Well, actually, they did. Still, that’s showbiz. As Charlotte d’Amboise prepares for her first preview in her temporary dressing room—Applegate will move in when D’Amboise vacates—she’s far more composed than she was that nerve-racking evening in Boston. That is, until I suggest that she might be less than disappointed. “Who said I wasn’t disappointed?” she snaps, her face tightening. “It’s very disappointing that that’s the way the theater is, that you have to have a big name. It’s a safe choice that producers make. And sure, it sucks, but that’s reality. I don’t want to be a bitter person. So as much as I put my heart and soul into this, it’s not my heart and soul. I’ve gone way past that.”

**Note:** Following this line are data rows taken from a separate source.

import { and, eq } from 'drizzle-orm';
import { z } from 'zod';
import { outbox } from '@/db/schema';
import { withPeople } from '../transaction';
import { workerVerb } from '../verb';

/** Links in letters open something: once one has left, or never will, only its subject is kept. */
const WITHOUT_BODY = { html: '', text: '', headers: {} };

/** Writes down what the provider said. */
export const settleMail = workerVerb({
  input: z.discriminatedUnion('answer', [
    z.strictObject({ answer: z.literal('sent'), id: z.uuid(), providerId: z.string() }),
    z.strictObject({ answer: z.literal('later'), id: z.uuid(), sentence: z.string() }),
    z.strictObject({ answer: z.literal('refused'), id: z.uuid(), sentence: z.string() }),
  ]),
  run: ({ ctx, input }) =>
    withPeople(async (tx) => {
      const change = {
        sent: () => ({ state: 'sent' as const, sentAt: ctx.now, ...WITHOUT_BODY }),
        later: () => ({ state: 'queued' as const }),
        refused: () => ({ state: 'failed' as const, ...WITHOUT_BODY }),
      }[input.answer]();
      const said =
        input.answer === 'sent' ? { providerId: input.providerId, lastError: null } : { lastError: input.sentence };
      await tx
        .update(outbox)
        .set({ ...change, ...said })
        .where(and(eq(outbox.id, input.id), eq(outbox.state, 'sending')));
    }),
});
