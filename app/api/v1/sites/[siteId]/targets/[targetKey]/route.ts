import { route } from '@/app/api/v1/_route';
import { editTargetSet } from '@/lib/data/targets/editTargetSet';
import { ownTargetSetSchema } from '@/lib/schemas/targets';

export const PUT = route({
  verb: editTargetSet,
  answer: ownTargetSetSchema,
  summary: 'Save a new version of a target set',
});
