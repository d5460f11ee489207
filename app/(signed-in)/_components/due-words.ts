import { asDay, dayInWords } from '@/lib/domain/days';
import type { DueAnswer, RuleAnswer } from '@/lib/schemas/reminders';
import type { Status } from '@/lib/ui/feedback/status-word';

const days = (n: number) => `${n} days`;

/** Before that there is nothing to put off and nothing taken too early. */
export const ACT_WITHIN_DAYS = 30;

/** "Due in 12 days"; the day itself is said beside it. */
export function whenDue(due: Pick<DueAnswer, 'inDays'>): { status: Status; words: string } {
  if (due.inDays < 0) {
    return { status: 'needs-you', words: due.inDays === -1 ? 'Due yesterday' : `Due ${days(-due.inDays)} ago` };
  }
  if (due.inDays === 0) return { status: 'needs-you', words: 'Due today' };
  return { status: 'waiting', words: due.inDays === 1 ? 'Due tomorrow' : `Due in ${days(due.inDays)}` };
}

/** True while this person has asked not to hear of it. */
export const isResting = (due: Pick<DueAnswer, 'snoozedUntil'>, today: string): boolean =>
  due.snoozedUntil !== null && due.snoozedUntil > today;

export const inWords = (day: string): string => dayInWords(asDay(day));

export const RULE_WORDS: Record<RuleAnswer['kind'], string> = {
  'after-sulfur': 'After sulfur',
  'after-lime': 'After lime',
  'yearly-same-season': 'Yearly, same season',
};

export const RULE_ORDER: readonly RuleAnswer['kind'][] = ['after-sulfur', 'after-lime', 'yearly-same-season'];
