import { realpathSync } from 'node:fs';
import { isAbsolute, relative, sep } from 'node:path';
import { fileURLToPath } from 'node:url';
import { readText, TOO_LARGE } from './server-read-file.ts';
import type { FileContent, Workbench } from './workbench/workbench.ts';

/** The folders whose files may be read, and what is said of a file that lies in none of them. */
export interface ReadableFolders {
  readonly paths: readonly string[];
  readonly outside: string;
}

/** Tells a workbench of all files that its files use and that it was never told of. */
export function readWantedFiles(workbench: Workbench, folders: () => ReadableFolders): void {
  for (;;) {
    const wanted = workbench.filesWanted();
    if (wanted.length === 0) return;
    const readable = folders();
    for (const uri of wanted) workbench.setFile(uri, readUsedFile(uri, readable));
  }
}

/**
 * What a used file holds. One outside the folders is not even looked at, and neither is one that a link inside them
 * leads out to: a rig file that somebody was sent must not have files read that are no business of it.
 */
export function readUsedFile(uri: string, { paths, outside }: ReadableFolders): FileContent {
  const path = pathOf(uri);
  if (path === undefined) return { unread: "can't be read from here" };
  if (!isInOneOf(path, paths)) return { unread: outside };
  const real = realPath(path);
  if (real !== undefined && !isInOneOf(real, [...paths, ...paths.flatMap((one) => realPath(one) ?? [])]))
    return { unread: outside };
  const read = readText(path);
  if (!('fault' in read)) return { text: read.text };
  return read.fault === TOO_LARGE ? 'too-large' : { unread: read.fault };
}

/** The path of a file's URI; `undefined` where it is none of a file on this machine. */
export function pathOf(uri: string): string | undefined {
  try {
    return fileURLToPath(uri);
  } catch {
    return undefined;
  }
}

/** Whether a path is one of the folders or below it. */
export function isInOneOf(path: string, folders: readonly string[]): boolean {
  return folders.some((folder) => {
    const inside = relative(folder, path);
    return inside !== '..' && !inside.startsWith(`..${sep}`) && !isAbsolute(inside);
  });
}

function realPath(path: string): string | undefined {
  try {
    return realpathSync(path);
  } catch {
    return undefined;
  }
}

Maybe she didn’t get enough time to make the role her own? “It doesn’t have anything to do with me growing into the role,” she counters. “Even if I were fucking brilliant and I had been doing it for a year, I don’t think anything would have changed.” Though D’Amboise is contracted to replace Applegate, an escape clause gives the production free reign to take on another big-name star, leaving her “skeptical. Always skeptical.” Of course, first the show has to have an actual run—not to mention an opening night, for which there is no guarantee. That first night of previews (a decently tight performance; D’Amboise even did a cartwheel), Applegate’s silhouette was on the Playbill. By May, it’ll be her spotlit face. Back in rehearsals, Bobbie and Cilento were doing their best to come up with one routine that suited both performers. Applegate was knocking a lot of wood these days; she was eager to try out her first steps, but she knew this was one aspect of the production she couldn’t control.

After Applegate and D’Amboise left the rehearsal room, a frustrated Walter Bobbie dropped the institutional voice for a moment, providing his own concise backstory. “This is a stupid story,” he said. “It never stops. But we keep making lemonade! We’re opening the biggest fucking lemonade stand you ever saw!”